Tiba-tiba Jovan mendongak dan menatap lesu Elish.
"Aku... sudah lupa semuanya. Huu...huu..huu.." Jovan menangis sesegukan.
"Eh? Jovan? Hei!" Elish gelagapan melihat Jovan yang tiba-tiba menangis.
Jovan masih terus menangis. Elish yang tidak tega melihat pria itu menangis spontan memeluk Jovan dan mengelus punggung pria itu guna menenangkannya. Jovan balas memeluknya sambil terus menangis.
***
Cuit...cuit...cuit..
Hari sudah pagi.
Jovan terlelap di tempat tidur Elish dengan Elish yang juga terlelap di sampingnya. Mereka tidur dengan tubuh yang masih berpelukan.

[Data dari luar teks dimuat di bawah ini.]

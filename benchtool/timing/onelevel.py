"""Levels of a waveform that has no two states."""

from __future__ import annotations

import math

import numpy as np

from benchtool.model.timing import LevelKind, Levels
from benchtool.timing.survey import Survey


def one_level(kind: LevelKind, survey: Survey, *, noise_v: float) -> Levels:
    """Return the mean as both levels, and of a capacitor node the ends of its range.

    Args:
        kind: What the trace is.
        survey: Its samples.
        noise_v: Noise of neighbouring samples.
    """
    if kind == "node":
        return _node_levels(survey, noise_v)
    mean = float(np.mean(survey.values))
    u = math.hypot(noise_v / math.sqrt(survey.values.size), survey.step_v / math.sqrt(12))
    return Levels(
        kind=kind,
        low_v=mean,
        high_v=mean,
        u_low_v=u,
        u_high_v=u,
        noise_v=float(np.std(survey.values)) if kind == "noise" else noise_v,
        lower_v=mean,
        mid_v=mean,
        upper_v=mean,
        step_v=survey.step_v,
    )


def _node_levels(survey: Survey, noise_v: float) -> Levels:
    low_v, high_v = (survey.at_share(share) for share in (0.005, 0.995))
    swing = high_v - low_v
    u = math.hypot(noise_v, survey.step_v / math.sqrt(12))
    return Levels(
        kind="node",
        low_v=low_v,
        high_v=high_v,
        u_low_v=u,
        u_high_v=u,
        noise_v=noise_v,
        lower_v=low_v + 0.3 * swing,
        mid_v=(low_v + high_v) / 2,
        upper_v=high_v - 0.3 * swing,
        step_v=survey.step_v,
    )
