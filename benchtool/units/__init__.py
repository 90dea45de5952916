"""Values as people write them, and figures as people read them: "4k7", "100n", "22.18 s"."""

from benchtool.units.formatting import format_measured, format_value
from benchtool.units.parsing import parse, parse_tolerance

__all__ = ["format_measured", "format_value", "parse", "parse_tolerance"]
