"""One pass over a waveform: its full range and a representative part of its samples."""

from __future__ import annotations

import numpy as np

from benchtool.frozen import frozen_record
from benchtool.model.arrays import AnyArray, FloatArray, distinct, middle, quantile
from benchtool.model.capture import Waveform

KEPT = 1 << 20
"""Samples kept for the histogram, as contiguous runs spread over the record."""

_GOLDEN = 0.6180339887498949


@frozen_record(eq=False)
class Survey:
    """What one pass over the samples kept.

    Attributes:
        runs: Contiguous runs of finite samples in volts.
        least, greatest: Extremes of all samples in volts.
        n: Samples in the record.
        n_missing: Samples that the file did not give.
        step_v: Code step in volts, 0 where none is known or found.
        code_low_v, code_high_v: Ends of the code range, where the samples are integers.
    """

    runs: tuple[FloatArray, ...]
    least: float
    greatest: float
    n: int
    n_missing: int
    step_v: float
    code_low_v: float | None
    code_high_v: float | None

    @property
    def values(self) -> FloatArray:
        """All kept samples in volts."""
        return np.concatenate(self.runs) if self.runs else np.empty(0)


def survey_samples(waveform: Waveform) -> Survey:
    """Walk a waveform once.

    Args:
        waveform: The trace; at most ``KEPT`` of its samples are held.
    """
    runs, least, greatest, n_missing = _collect(waveform, None)
    survey = _build(waveform, runs, least, greatest, n_missing)
    empty = _empty_half(survey)
    if empty is None:
        return survey
    more, *_ = _collect(waveform, empty)
    return _build(waveform, [*runs, *more], least, greatest, n_missing)


def _collect(
    waveform: Waveform, inside: tuple[float, float] | None
) -> tuple[list[FloatArray], float, float, int]:
    """Keep runs of samples; with ``inside``, only those in that range of volts."""
    gain, offset = waveform.scale.gain, waveform.scale.offset
    share = 1.0 if inside else min(1.0, KEPT / max(waveform.samples.size, 1))
    runs: list[FloatArray] = []
    least, greatest, n_missing, room, number = np.inf, -np.inf, 0, KEPT, 0
    for span in waveform.spans:
        first_run = len(runs)
        for block in waveform.samples.blocks(span.start, span.stop):
            number += 1
            finite = block
            if block.dtype.kind == "f":
                finite = block[np.isfinite(block)]
                n_missing += block.size - finite.size
            if finite.size == 0:
                continue
            ends = sorted(float(x) * gain + offset for x in (finite.min(), finite.max()))
            least, greatest = min(least, ends[0]), max(greatest, ends[1])
            kept = _part(finite, share, number) * gain + offset
            if inside:
                kept = kept[(kept >= inside[0]) & (kept <= inside[1])]
            if kept.size and room > 0:
                runs.append(kept[:room])
                room -= kept.size
        if share == 1.0 and len(runs) > first_run:
            runs[first_run:] = [np.concatenate(runs[first_run:])]
    return runs, float(least), float(greatest), n_missing


def _part(block: AnyArray, share: float, number: int) -> FloatArray:
    """Return a contiguous part; its place varies so that it cannot beat with the signal."""
    length = min(block.size, max(int(np.ceil(block.size * share)), 1))
    start = int((number * _GOLDEN % 1.0) * (block.size - length))
    return block[start : start + length].astype(np.float64)


def _empty_half(survey: Survey) -> tuple[float, float] | None:
    """Return the half of the range in which no sample was kept, if there is one."""
    values = survey.values
    if values.size in (0, survey.n) or survey.greatest <= survey.least:
        return None
    middle = (survey.least + survey.greatest) / 2
    if not (values > middle).any():
        return middle, survey.greatest
    if not (values < middle).any():
        return survey.least, middle
    return None


def _build(
    waveform: Waveform, runs: list[FloatArray], least: float, greatest: float, n_missing: int
) -> Survey:
    scale, dtype = waveform.scale, waveform.samples.dtype
    step_v = scale.step_v or 0.0
    ends: list[float] | list[None] = [None, None]
    if dtype.kind in "iu":
        info = np.iinfo(np.dtype(dtype.str))
        ends = sorted(float(x) * scale.gain + scale.offset for x in (info.min, info.max))
        step_v = step_v or abs(scale.gain)
    elif not step_v:
        step_v = find_step(np.concatenate(runs)) if runs else 0.0
    n = sum(span.stop - span.start for span in waveform.spans)
    return Survey(
        runs=tuple(runs),
        least=least,
        greatest=greatest,
        n=n,
        n_missing=n_missing,
        step_v=step_v,
        code_low_v=ends[0],
        code_high_v=ends[1],
    )


def find_step(values: FloatArray) -> float:
    """Return the code step of printed or floating samples, 0 where they lie on no grid.

    Args:
        values: Samples in volts, shape (n,).
    """
    unique = distinct(values)
    if unique.size < 4 or unique.size > max(16, values.size // 4):
        return 0.0
    gaps = np.diff(unique)
    step = middle(gaps[gaps <= 1.5 * quantile(gaps, 0.05)])
    ratio = gaps / step
    off_grid = np.abs(ratio - np.round(ratio)) > 0.25
    return step if float(np.mean(off_grid)) < 0.05 else 0.0
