def test_judge_gives_checks_verdict_and_rule(run: Run, good: Path, design: Path) -> None:
    document = run("judge", good, "--design", design).document
    assert document["verdict"] == "pass"
    assert document["rule"] == {"name": "guarded", "guard": 1.0, "coverage": 0.95}
    result = document["results"][0]
    assert {*MEASURED, "circuit", "checks", "verdict"} <= result.keys()
    assert (result["stage"], result["verdict"]) == ("spacing", "pass")
    assert all(check.keys() >= CHECK for check in result["checks"])
    checks = {check["quantity"]: check for check in result["checks"]}
    assert checks.keys() == {"t_high", "t_low", "duty", "period"}
    assert checks["period"]["source"] == "drawing GH-MV-07 sheet 4"
    assert checks["t_high"]["source"] == "derived: worst case"
    assert (checks["period"]["lower"], checks["period"]["upper"]) == (22.0, 28.0)


def test_the_guard_band_is_U_inside_each_limit(run: Run, good: Path, design: Path) -> None:
    for check in run("judge", good, "--design", design).document["results"][0]["checks"]:
        U = check["measured"]["U"]
        # 1e-9 of the limit: two ways to the same product
        near = pytest.approx
        assert check["accept_lower"] == near(check["lower"] + U, abs=1e-9 * check["lower"])
        assert check["accept_upper"] == near(check["upper"] - U, abs=1e-9 * check["upper"])


def test_U_is_k_times_u_in_every_quantity(run: Run, good: Path, design: Path) -> None:
    found = quantities(run("judge", good, "--design", design).document)
    assert len(found) > 15
    for item in found:
        assert item.keys() >= QUANTITY
        assert item["U"] == pytest.approx(item["k"] * item["u"], rel=1e-12)
        assert item["n"] >= 1


def test_infinite_dof_is_null_with_k_1_960(run: Run) -> None:
    timing = run("solve", "--topology", "astable", "--high", "14.01s", "--low", "10.75s")
    t_high = timing.document["results"][0]["timing"]["t_high"]
    assert t_high["dof"] is None
    assert t_high["k"] == pytest.approx(1.959964, abs=5e-7)  # the normal 97.5 % point, 6 decimals


def test_few_periods_have_finite_dof_and_the_k_of_student(run: Run, good: Path) -> None:
    period = run("measure", good).document["results"][0]["timing"]["period"]
    assert period["n"] == 5
    # JCGM 100:2008, table G.2, 95 %: t for whole degrees of freedom; the digits printed there
    t = {2: 4.30, 3: 3.18, 4: 2.78, 5: 2.57, 6: 2.45, 7: 2.36, 8: 2.31, 9: 2.26, 10: 2.23}
    assert period["k"] == pytest.approx(t[math.floor(period["dof"])], abs=0.006)
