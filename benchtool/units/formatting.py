"""Figures as people read them, with engineering prefixes and no false digits."""

from __future__ import annotations

import math
from collections.abc import Iterable
from decimal import Context, Decimal

from benchtool.units.symbols import UNITS, Scale

_EXACT = Context(prec=60)
_MOST_DIGITS = 15  # what a float holds
_ZERO_EXPONENTS = {"1": -2, "1/K": -6, "1/s": -6}  # nothing is 0 %, 0 ppm/K


def format_value(value: float, unit: str, digits: int = 4) -> str:
    """Return a value with an engineering prefix, trailing zeros left out.

    Ratios are shown in %, below 0.01 % in ppm, below 0.1 ppm in ppb, from 10 up as a plain number.
    Farads skip milli: 2200 µF. Times from 1 s up stay in seconds.

    Args:
        value: In the SI unit ``unit``; NaN gives "no value".
        unit: ohm, F, s, V, A, Hz, 1, 1/K, 1/s or degC.
        digits: Significant digits, 1 to 15.

    Example:
        >>> format_value(4700, "ohm"), format_value(47e-6, "F"), format_value(0.004, "1")
        ('4.7 kΩ', '47 µF', '0.4 %')
    """
    if not math.isfinite(value):
        return _not_finite(value, unit)
    rounded = _significant(Decimal(repr(float(value))), digits)
    scale = _scale((rounded,), unit)
    number = f"{_in_scale(rounded, scale):f}"
    if "." in number:
        number = number.rstrip("0").rstrip(".")
    return _joined(_without_minus_zero(number), scale)


def format_measured(value: float, U: float, unit: str) -> str:
    """Return "value ± U", both with the prefix and the last digit that U calls for.

    Args:
        value: The estimate, in ``unit``.
        U: Expanded uncertainty, in ``unit``, zero or more; NaN or infinite where it is not known.
        unit: ohm, F, s, V, A, Hz, 1, 1/K, 1/s or degC.

    Raises:
        ValueError: If ``U`` is negative.

    References:
        JCGM 100:2008, 7.2.6: two significant digits of U at most, the estimate rounded to match.

    Example:
        >>> format_measured(0.00102041, 3.14e-6, "s")
        '1.0204 ms ± 0.0031 ms'
    """
    if U < 0:
        raise ValueError(f"an expanded uncertainty is zero or more, got {U}")
    if not math.isfinite(value):
        return _not_finite(value, unit)
    if not math.isfinite(U):
        return f"{format_value(value, unit)} (uncertainty not known)"
    if abs(value) * 10.0**-_MOST_DIGITS > U:  # nothing to round to: U is zero, or below a float
        return f"{format_value(value, unit, _MOST_DIGITS)} ± {format_value(U, unit, 2)}"
    return _pair(Decimal(repr(float(value))), _significant(Decimal(repr(float(U))), 2), unit)


def _pair(value: Decimal, U: Decimal, unit: str) -> str:
    rounded = value.quantize(U, context=_EXACT)
    scale = _scale((rounded, U), unit)
    numbers = (f"{_in_scale(item, scale):f}" for item in (rounded, U))
    return " ± ".join(_joined(_without_minus_zero(number), scale) for number in numbers)


def _significant(value: Decimal, digits: int) -> Decimal:
    """Round to a number of significant digits, keeping the zeros that are significant."""
    if not value:
        return Decimal(0)
    rounded = value.quantize(Decimal((0, (1,), value.adjusted() - digits + 1)), context=_EXACT)
    if rounded.adjusted() > value.adjusted():  # 9.96 became 10.0: one digit too many
        rounded = rounded.quantize(
            Decimal((0, (1,), value.adjusted() - digits + 2)), context=_EXACT
        )
    return rounded


def _scale(values: Iterable[Decimal], unit: str) -> Scale:
    """Return the scale that suits the largest of some values of one unit."""
    scales = UNITS[unit].scales
    sizes = [value.adjusted() for value in values if value]
    if not sizes:
        return next(scale for scale in scales if scale.exponent == _ZERO_EXPONENTS.get(unit, 0))
    size = max(sizes)
    fitting = [scale for scale in scales if scale.start <= size]
    scale = fitting[-1] if fitting else scales[0]
    return scale if -3 <= size - scale.exponent < 9 else _power_of_ten(size, scales)


def _power_of_ten(size: int, scales: tuple[Scale, ...]) -> Scale:
    """Return a scale beyond the prefixes, "1.2e-18 s"."""
    plain = next(scale for scale in scales if scale.exponent == 0)
    return Scale(exponent=size, symbol=plain.symbol, start=size, power=f"e{size}")


def _in_scale(value: Decimal, scale: Scale) -> Decimal:
    return value.scaleb(-scale.exponent, context=_EXACT)


def _joined(number: str, scale: Scale) -> str:
    return f"{number}{scale.power} {scale.symbol}".rstrip()


def _not_finite(value: float, unit: str) -> str:
    if math.isnan(value):
        return "no value"
    symbol = next(scale.symbol for scale in UNITS[unit].scales if scale.exponent == 0)
    return f"{'-' if value < 0 else ''}∞ {symbol}".rstrip()


def _without_minus_zero(number: str) -> str:
    return number.lstrip("-") if not number.strip("-0.") else number
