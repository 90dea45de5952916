"""Two kinds of noise in a row of periods on a grid, told apart.

An oscillator's own noise adds up: each period is off by an independent amount of variance
``s2``. Noise of measuring an edge does not: it lengthens one period and shortens the next, by a
variance ``q2`` an edge. Together the periods have the covariance matrix s2·I + q2·K with K the
second difference (2 on the diagonal, -1 beside it), whose eigenvectors are sines with the
eigenvalues 2 - 2·cos(πk/(n+1)). So in the sine transform of the periods each ordinate is
independent: edge noise rules the upper half, the oscillator's the lowest ordinates. Rounding to a
grid counts as edge noise; where it repeats it stands out as lines, which are cut back.
"""

from __future__ import annotations

import numpy as np

from benchtool.frozen import frozen_record
from benchtool.model.arrays import FloatArray

_SCORING_STEPS = 100
_LEAST_DOF = 3.0
_FAR = 9.0
"""Power over its expectation from which an ordinate is a line, not noise, and is cut back."""

_KEPT = 0.995
"""Mean of min(χ², 9) with one degree of freedom: what cutting back leaves of noise."""


_ROUNDING = 0.35
"""Share of the variance of rounding that shows in the slow half of the periods."""
_DIRECT = 256
"""Values up to which the sine transform is a sum: the fast one takes 6 ms to load."""


@frozen_record(eq=False)
class NoiseFit:
    """Variances of the two noises, and the mean of the periods with what it is worth.

    Attributes:
        accumulating_s2: Variance a period of the oscillator's own noise, s².
        edge_s2: Variance of an edge's measured time, rounding to the grid included, s².
        plain_s: Mean of all periods, seconds.
        u_plain_s, dof_plain: Its standard uncertainty and degrees of freedom.
    """

    accumulating_s2: float
    edge_s2: float
    plain_s: float
    u_plain_s: float
    dof_plain: float


def fit_noise(period_s: FloatArray, step_s: float = 0.0) -> NoiseFit | None:
    """Tell accumulating from edge noise in consecutive periods.

    Args:
        period_s: Periods in seconds, in order, shape (n,) with n >= 8.
        step_s: Grid on which the edges lie, 0 where they are interpolated.

    Returns:
        The fit, or None where the periods do not scatter.

    References:
        Fisher scoring of the likelihood over the sine transform, the degree of freedom of the
        mean taken out. Coverage is measured in tests/benchmarks/coverage_of_timing.py.
    """
    n = period_s.size
    mean_s = float(np.mean(period_s))
    wave = sine_transform(period_s - mean_s)
    ones = ones_transformed(n)
    spread = 2 - 2 * np.cos(np.pi * np.arange(1, n + 1) / (n + 1))
    least_q2 = step_s**2 / 12
    if not np.mean(wave**2) + least_q2 > (1e-12 * mean_s) ** 2:
        return None
    s2, u_s2, q2 = _variances(wave, ones, spread, least_q2)
    q2 = max(q2, _slow_edge_variance(period_s - mean_s, s2, q2))
    covariance = np.diag([u_s2**2, 4 * q2**2 / n])
    u_plain, dof_plain = _worth(np.array([1 / n, 2 / n**2]), np.array([s2, q2]), covariance)
    return NoiseFit(
        accumulating_s2=s2,
        edge_s2=q2,
        plain_s=mean_s,
        u_plain_s=u_plain,
        dof_plain=dof_plain,
    )


def sine_transform(values: FloatArray) -> FloatArray:
    """Return the orthonormal sine transform (type I) of values, shape (n,)."""
    n = values.size
    if n <= _DIRECT:
        k = np.arange(1, n + 1)
        sines = np.sin(np.pi / (n + 1) * np.outer(k, k)) * np.sqrt(2 / (n + 1))
        direct: FloatArray = sines @ values
        return direct
    odd = np.zeros(2 * (n + 1))
    odd[1 : n + 1] = values
    odd[n + 2 :] = -values[::-1]
    transform: FloatArray = -np.fft.rfft(odd)[1 : n + 1].imag / np.sqrt(2 * (n + 1))
    return transform


def ones_transformed(n: int) -> FloatArray:
    """Return the sine transform of n ones: cotangents at odd k, zero at even k."""
    k = np.arange(1, n + 1)
    cotangent = 1 / np.tan(np.pi * k / (2 * (n + 1)))
    ones: FloatArray = np.where(k % 2 == 1, cotangent, 0.0) * np.sqrt(2 / (n + 1))
    return ones


def _variances(
    wave: FloatArray, ones: FloatArray, spread: FloatArray, least_q2: float
) -> tuple[float, float, float]:
    """Return the accumulating variance, its standard uncertainty, and the edge variance.

    The edge variance comes from the upper half; of rounding only a part is expected in the
    lower half, from which the accumulating variance comes: errors that repeat even out.
    """
    lower, upper = slice(0, wave.size // 2), slice(wave.size // 2, None)
    s2 = u_s2 = float(np.mean(wave**2))
    q2, floor = least_q2, 1e-9 * s2
    for _ in range(_SCORING_STEPS):
        q2 = max(least_q2, float(np.mean((wave[upper] ** 2 - s2) / spread[upper])))
        expected = (q2 - (1 - _ROUNDING) * least_q2) * spread
        power = np.maximum(s2 + expected, floor)
        weight = ones / power
        total = weight @ ones
        shift, freedom = weight @ wave / total, 1 - ones * weight / total
        square = np.minimum((wave - shift * ones) ** 2, _FAR * power) / _KEPT
        own = (freedom / power**2)[lower]
        excess = ((square - expected * freedom) / power**2)[lower]
        moved = max(0.0, float(np.sum(excess) / np.sum(own)))
        u_s2 = float(np.sqrt(2 / np.sum(own)))
        if abs(moved - s2) <= 1e-6 * (s2 + u_s2):
            return moved, u_s2, q2
        s2 = moved
    return s2, u_s2, q2


def _slow_edge_variance(away_s: FloatArray, s2: float, q2: float) -> float:
    """Return the variance of edge errors that change slowly, such as rounding in a slow beat.

    It shows in the distance of edges m periods apart, as long as that is not the oscillator's.
    """
    edges = np.concatenate([[0.0], np.cumsum(away_s)])
    largest, m = 0.0, 1
    while m <= away_s.size // 4 and m * s2 <= 2 * q2:
        apart = edges[m:] - edges[:-m]
        largest = max(largest, float(np.mean(apart**2)) / 2 - m * s2 / 2)
        m *= 2
    return largest


def _worth(parts: FloatArray, variances: FloatArray, covariance: FloatArray) -> tuple[float, float]:
    """Return u and dof of a mean whose variance is ``parts @ variances``.

    References:
        dof = 2·u⁴/var(u²), JCGM 100:2008 E.7 and G.4.
    """
    u2 = float(parts @ variances)
    variance = float(parts @ covariance @ parts)
    dof = 2 * u2 * u2 / variance if variance > 0 else np.inf
    return float(np.sqrt(u2)), max(_LEAST_DOF, float(dof))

Cahaya matahari dari jendela kamar yang mengenai mata Elish yang tadinya tertutup kini terbuka perlahan. Begitu matanya sudah sepenuhnya terbuka, ia mendapati sosok Jovan yang masih berada di pelukannya.
Entah mengapa, gadis itu tidak langsung melepaskan tubuh mereka. Melainkan semakin mengeratkan pelukannya.
Dasar bocah tua bodoh. - Pikir Elish sambil tersenyum.
Gadis itu melanjutkan tidurnya sambil terus tersenyum mengingat wajah Jovan yang menurutnya sangat menggemaskan saat menangis semalam.